Собственно говоря, это итог русской поэзии, замкнутое на себя разрушение стиха, поэтическое выражение дословесной структуры спохватывания, на которой построена речь и Толстого, и Достоевского, и, менее проявленно, обычная, неочищенная бытовая речь. Цветаева это обытовление стихотворного языка, столь успешно начатое уже в эпоху Некрасова, – уже у него за элементарными прозаизмами и вульгаризмами проступало нечто большее. Конечно, Мандельштам прав, у Цветаевой есть стихи лженародные – по тематике. Но по внутренней структуре у неё же есть ряд стихов просто-напросто архетипичных. И, конечно, цветаевские «оглядки» это не простое свойство характера, глаз и слуха, а свойство некоей национальной сущности. Сущности, Бродскому совершенно недоступной (сама-то его мысль непрерывна и совершенно безоглядна). Недоступной, но вполне видимой по своим сильным и законченным проявлениям. И видимой, может быть, гораздо лучше, чем русскому человеку («со стороны виднее»): «Одно из возможных определений её творчества, это – русское придаточное предложение, поставленное на службу кальвинизма. Другой вариант: кальвинизм в объятиях этого придаточного предложения. Во всяком случае, никто не продемонстрировал конгениальности данного мировоззрения и данной грамматики с большей очевидностью, чем Цветаева … пожалуй, не существует более поглощающей, более ёмкой и более естественной формы для самоанализа, нежели та, что заложена в многоступенчатом синтаксисе русского придаточного предложения. Облечённый в эту форму кальвинизм заходит („заводит“) индивидуума гораздо дальше, чем он оказался бы, пользуясь родным для кальвинизма немецким. Настолько далеко, что от немецкого остаются самые лучшие воспоминания, что немецкий становится языком нежности.» (Это по поводу слов Цветаевой: «Пусть русского родней немецкий Мне». – О.)

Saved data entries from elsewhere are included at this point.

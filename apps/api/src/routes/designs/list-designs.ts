import { listDesigns } from '@tipward/contract';
import { route } from '../../http/route.ts';
import { listDesigns as serve } from '../../services/designs/list-designs.ts';

export const listDesignsRoute = route(listDesigns, ({ actor, params }) => serve(actor, params.programmeId));
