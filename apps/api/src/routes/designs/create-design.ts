import { createDesign } from '@tipward/contract';
import { route } from '../../http/route.ts';
import { createDesign as serve } from '../../services/designs/create-design.ts';

export const createDesignRoute = route(createDesign, ({ context, actor, params, body }) =>
  serve(context, actor, params.programmeId, body),
);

Конечно, вернее сказать, что придаточное предложение это выражение внутренней способности к интроспекции, а не наоборот. Тут типичная для еврея ошибка абсолютизации языка – овладение языком якобы позволяет овладеть внутренней сущностью его носителей. В общем Бродский даже осознаёт, что связь между языком и внутренним миром его носителей по крайней мере двусторонняя. Но он здесь не оговорился. Оговорка же вызвала бы общее разрушение текста, так как русское придаточное предложение это «естественная форма» отнюдь не только для протестантизма, а вообще для чего угодно (324). То есть прежде всего для молчания. Со временем найдётся какой-нибудь «Мандельштам в кубе» и это поймет. Но ведь в чём месть – молчание означает вышвыривание за пределы языка, за пределы народа (чужого). Ведь с другими народами связь через слово.

Одно из моих любимых стихотворений Мандельштама:

Не искушай чужих речений, но постарайся их забыть –

Ведь все равно ты не сумеешь стекла зубами укусить!

Ведь умирающее тело и мыслящий бессмертный рот

В последний раз перед разлукой чужое имя не спасёт.

О, как мучительно даётся чужого клёкота почёт –

За беззаконные восторги лихая плата стережёт.

Что если Ариост и Тассо, обворожающие нас,

Чудовища с лазурным мозгом и чешуёй из влажных глаз. (332)

И в наказанье за гордыню неисправимый звуколюб,

Получишь уксусную губку ты для изменнических губ.